Mahshid Dehghan, Andrew Mente, Xiaohe Zhang, Sumathi Swaminathan, Wei Li, Viswanathan Mohan, Romaina Iqbal, Rajesh Kumar, Edelweiss Wentzel-Viljoen, Annika Rosengren, Leela Itty Amma, Alvaro Avezum, Jephat Chifamba, Rafael Diaz, Rasha Khatib, Scott Lear, Patricio Lopez-Jaramillo, Xiaoyun Liu, Rajeev Gupta, Noushin Mohammadifard, Nan Gao, Aytekin Oguz, Anis Safura Ramli, Pamela Seron, Yi Sun, Andrzej Szuba, Lungiswa Tsolekile, Andreas Wielgosz, Rita Yusuf, Afzal Hussein Yusufali, Koon K Teo, Sumathy Rangarajan, Gilles Dagenais, Shrikant I Bangdiwala, Sho qul Islam, Sonia S Anand, Salim Yusuf, on behalf of the Prospective Urban Rural Epidemiology (PURE) study investigators
The relationship between macronutrients and cardiovascular disease and mortality is controversial. Most available data are from European and North American populations where nutrition excess is more likely, so their applicability to other populations is unclear.
The Prospective Urban Rural Epidemiology (PURE) study is a large, epidemiological cohort study of individuals aged 35–70 years (enrolled between Jan 1, 2003, and March 31, 2013) in 18 countries with a median follow- up of 7·4 years (IQR 5·3–9·3). Dietary intake of 135335 individuals was recorded using validated food frequency questionnaires. The primary outcomes were total mortality and major cardiovascular events (fatal cardiovascular disease, non-fatal myocardial infarction, stroke, and heart failure). Secondary outcomes were all myocardial infarctions, stroke, cardiovascular disease mortality, and non-cardiovascular disease mortality. Participants were categorised into quintiles of nutrient intake (carbohydrate, fats, and protein) based on percentage of energy provided by nutrients. We assessed the associations between consumption of carbohydrate, total fat, and each type of fat with cardiovascular disease and total mortality.
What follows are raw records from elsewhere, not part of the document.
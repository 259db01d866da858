/**
 * Fringe tilt from the gradient structure tensor: fringes vary along one direction n, so the
 * intensity gradient points along ±n everywhere; the dominant orientation of the summed
 * tensor [Σgx², Σgxgy; Σgxgy, Σgy²] gives n. Method: Bigün & Granlund (1987), "Optimal
 * orientation detection of linear symmetry", Proc. 1st ICCV, 433–438.
 */

/**
 * Angle (rad) of the fringe normal from the image x axis (rows), y pointing down the rows;
 * 0 for fringes that vary along x only. Pixels with `skip[i] = 1` and their neighbours are left out.
 * @param pixels row-major values, width × height
 * @param width  pixels per row
 * @param height rows
 * @param skip   optional flags of pixels to leave out (saturated, hot)
 */
export function measureTilt(pixels: ArrayLike<number>, width: number, height: number, skip?: Uint8Array): number {
  let jxx = 0, jyy = 0, jxy = 0;
  for (let r = 1; r < height - 1; r++) {
    const row = r * width;
    for (let c = 1; c < width - 1; c++) {
      const i = row + c;
      if (skip && (skip[i - 1] || skip[i + 1] || skip[i - width] || skip[i + width])) continue;
      const gx = (pixels[i + 1] as number) - (pixels[i - 1] as number);
      const gy = (pixels[i + width] as number) - (pixels[i - width] as number);
      jxx += gx * gx;
      jyy += gy * gy;
      jxy += gx * gy;
    }
  }
  let angle = 0.5 * Math.atan2(2 * jxy, jxx - jyy);
  // The normal is defined up to sign; keep it within ±45° of the x axis (fringes along y).
  if (angle > Math.PI / 4) angle -= Math.PI / 2;
  if (angle < -Math.PI / 4) angle += Math.PI / 2;
  return angle;
}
We calculated hazard ratios (HRs) using a multivariable Cox frailty model with random intercepts to account for centre clustering.
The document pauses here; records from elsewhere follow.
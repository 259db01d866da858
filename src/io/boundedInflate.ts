/**
 * Inflating with a ceiling: the compressed pixel data of a PNG or a Deflate TIFF strip are
 * inflated in small pieces and abandoned as soon as the output passes the size the header
 * implies, so a decompression bomb costs at most that many bytes of work, never its full size.
 * Formats: zlib (RFC 1950) around DEFLATE (RFC 1951); decoder: the npm package fflate.
 */
import { Inflate, Unzlib } from "fflate";

/** Compressed bytes fed per step: at most ~1032 × this (the DEFLATE ratio limit) comes out per step. */
const STEP = 16 * 1024;

/** Thrown (and caught by the caller) when the output passes the ceiling. */
export class InflateLimitExceeded extends Error {
  constructor(readonly limit: number) {
    super(`inflates to more than ${limit} bytes`);
  }
}

/**
 * Number of bytes `data` inflates to, counting without keeping them; throws
 * InflateLimitExceeded as soon as the count passes `limit` (work and memory stay O(limit / 1032 + STEP)).
 * Errors of a corrupt stream are rethrown from the decoder.
 * @param data   compressed bytes
 * @param limit  largest accepted inflated size (bytes)
 * @param format "zlib" (PNG IDAT, TIFF Deflate) or "raw" DEFLATE
 */
export function inflatedSize(data: Uint8Array, limit: number, format: "zlib" | "raw" = "zlib"): number {
  let total = 0;
  const onData = (chunk: Uint8Array): void => {
    total += chunk.length;
    if (total > limit) throw new InflateLimitExceeded(limit);
  };
  const stream = format === "zlib" ? new Unzlib(onData) : new Inflate(onData);
  for (let at = 0; at < data.length; at += STEP) {
    const end = Math.min(at + STEP, data.length);
    stream.push(data.subarray(at, end), end === data.length);
  }
  if (data.length === 0) stream.push(new Uint8Array(0), true);
  return total;
}
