/**
 * Bytes → text for data tables: UTF-8 (with or without a byte-order mark), refusing binary
 * content and UTF-16 with a clear message. Pure code: TextDecoder is not in ES2022.
 */
import { DataError } from "../errors.js";

/**
 * Decodes UTF-8 bytes of a text table. Invalid sequences become U+FFFD (then fail as
 * non-numeric cells with their line number); NUL bytes or UTF-16 byte-order marks are refused.
 * @param bytes  file content
 * @param source file name for error messages
 */
export function decodeText(bytes: Uint8Array, source: string): string {
  if (bytes.length >= 2 && ((bytes[0] === 0xff && bytes[1] === 0xfe) || (bytes[0] === 0xfe && bytes[1] === 0xff))) {
    throw new DataError(source, "the file is UTF-16 text", "save it as UTF-8 (or plain ASCII) text");
  }
  const nul = bytes.indexOf(0);
  if (nul >= 0) {
    throw new DataError(source, `binary content (a zero byte at offset ${nul}), not a text table or a PNG/TIFF image`, "give a CSV/TSV text table, a PNG or a TIFF file");
  }
  const start = bytes.length >= 3 && bytes[0] === 0xef && bytes[1] === 0xbb && bytes[2] === 0xbf ? 3 : 0;
  const parts: string[] = [];
  const codes: number[] = [];
  const flush = (): void => {
    parts.push(String.fromCharCode(...codes));
    codes.length = 0;
  };
  for (let i = start; i < bytes.length; ) {
    const b0 = bytes[i] as number;
    let code: number;
    let length: number;
    if (b0 < 0x80) { code = b0; length = 1; }
    else if (b0 >= 0xc2 && b0 < 0xe0) { code = b0 & 0x1f; length = 2; }
    else if (b0 >= 0xe0 && b0 < 0xf0) { code = b0 & 0x0f; length = 3; }
    else if (b0 >= 0xf0 && b0 < 0xf5) { code = b0 & 0x07; length = 4; }
    else { code = 0xfffd; length = 1; }
    if (length > 1) {
      let valid = i + length <= bytes.length;
      for (let k = 1; valid && k < length; k++) {
        const b = bytes[i + k] as number;
        if ((b & 0xc0) !== 0x80) valid = false;
        else code = (code << 6) | (b & 0x3f);
      }
      if (!valid) { code = 0xfffd; length = 1; }
    }
    i += length;
    if (code > 0xffff) {
      code -= 0x10000;
      codes.push(0xd800 + (code >> 10), 0xdc00 + (code & 0x3ff));
    } else codes.push(code);
    if (codes.length >= 8192) flush();
  }
  flush();
  return parts.join("");
}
During follow-up, we documented 5796 deaths and 4784 major cardiovascular disease events. Higher
carbohydrate intake was associated with an increased risk of total mortality (highest [quintile 5] vs lowest quintile [quintile 1] category, HR 1·28 [95% CI 1·12–1·46], ptrend =0·0001) but not with the risk of cardiovascular disease or cardiovascular disease mortality. Intake of total fat and each type of fat was associated with lower risk of total mortality (quintile 5 vs quintile 1, total fat: HR 0·77 [95% CI 0·67–0·87], ptrend less than 0·0001; saturated fat, HR 0·86 [0·76–0·99], ptrend=0·0088; monounsaturated fat: HR 0·81 [0·71–0·92], ptrend less than 0·0001; and polyunsaturated fat: HR 0·80 [0·71–0·89], ptrend less than 0·0001). Higher saturated fat intake was associated with lower risk of stroke (quintile 5 vs quintile 1, HR 0·79 [95% CI 0·64–0·98], p =0·0498). Total fat and saturated and unsaturated fats were not significantly associated with risk of trend myocardial infarction or cardiovascular disease mortality.
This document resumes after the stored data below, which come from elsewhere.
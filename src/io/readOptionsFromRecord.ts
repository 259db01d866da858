/**
 * The read options recorded in a profile's provenance (and in results files) → the options
 * that read the same file into the same profile again, for replay.
 */
import { InvalidArgumentError } from "../errors.js";
import type { RegionOfInterest } from "./frameToLine.js";
import type { ProfileOptions } from "./readProfile.js";

/** Options to re-read a file, and the extra frames it needs (dark/flat are separate files). */
export interface ReplayReadOptions {
  options: ProfileOptions;
  needsDark: boolean;
  needsFlat: boolean;
}

/**
 * Rebuilds reading options from `provenance.options` as written by readTable / readProfile.
 * A measured tilt is replayed as the recorded number, so the same profile comes back.
 * @param record the recorded options
 * @param source file name for messages
 */
export function readOptionsFromRecord(record: Record<string, unknown>, source: string): ReplayReadOptions {
  const options: ProfileOptions = { source };
  const columns = record["columns"] as { x?: unknown; y?: unknown; sigma?: unknown } | undefined;
  const column = (value: unknown): string | number | undefined => (typeof value === "string" || typeof value === "number" ? value : undefined);
  if (columns) {
    const x = column(columns.x), y = column(columns.y);
    if (x !== undefined) options.x = x;
    if (y !== undefined) options.y = y;
    options.sigma = columns.sigma === null ? false : (column(columns.sigma) ?? false);
  }
  const number = (key: string): number | undefined => {
    const value = record[key];
    if (value === undefined) return undefined;
    if (typeof value !== "number" || !Number.isFinite(value)) throw new InvalidArgumentError(`recorded read option ${key}`, value, "a finite number");
    return value;
  };
  const pitch = number("pixelPitch");
  if (pitch !== undefined) options.pixelPitch = pitch;
  if (typeof record["xUnit"] === "string") options.xUnit = record["xUnit"];
  if (typeof record["maskSaturated"] === "boolean") options.maskSaturated = record["maskSaturated"];
  // Tables recorded before saturated samples were masked by default kept them: replay them so.
  else if (record["format"] === "table") options.maskSaturated = false;
  const delimiter = record["delimiter"];
  if (delimiter === "," || delimiter === ";" || delimiter === "whitespace") options.delimiter = delimiter;
  if (delimiter === "tab") options.delimiter = "\t";
  if (record["format"] === "png" || record["format"] === "tiff") {
    const roi = record["roi"] as RegionOfInterest | undefined;
    if (roi) options.roi = { x: roi.x, y: roi.y, width: roi.width, height: roi.height };
    const tilt = number("tilt");
    if (tilt !== undefined) options.tilt = tilt;
    const page = record["page"];
    if (page === "mean" || typeof page === "number") options.page = page;
  }
  return { options, needsDark: record["dark"] === true || typeof record["dark"] === "string", needsFlat: record["flat"] === true || typeof record["flat"] === "string" };
}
High carbohydrate intake was associated with higher risk of total mortality, whereas total fat and individual types of fat were related to lower total mortality. Total fat and types of fat were not associated with cardiovascular disease, myocardial infarction, or cardiovascular disease mortality, whereas saturated fat had an inverse association with stroke. Global dietary guidelines should be reconsidered in light of these findings.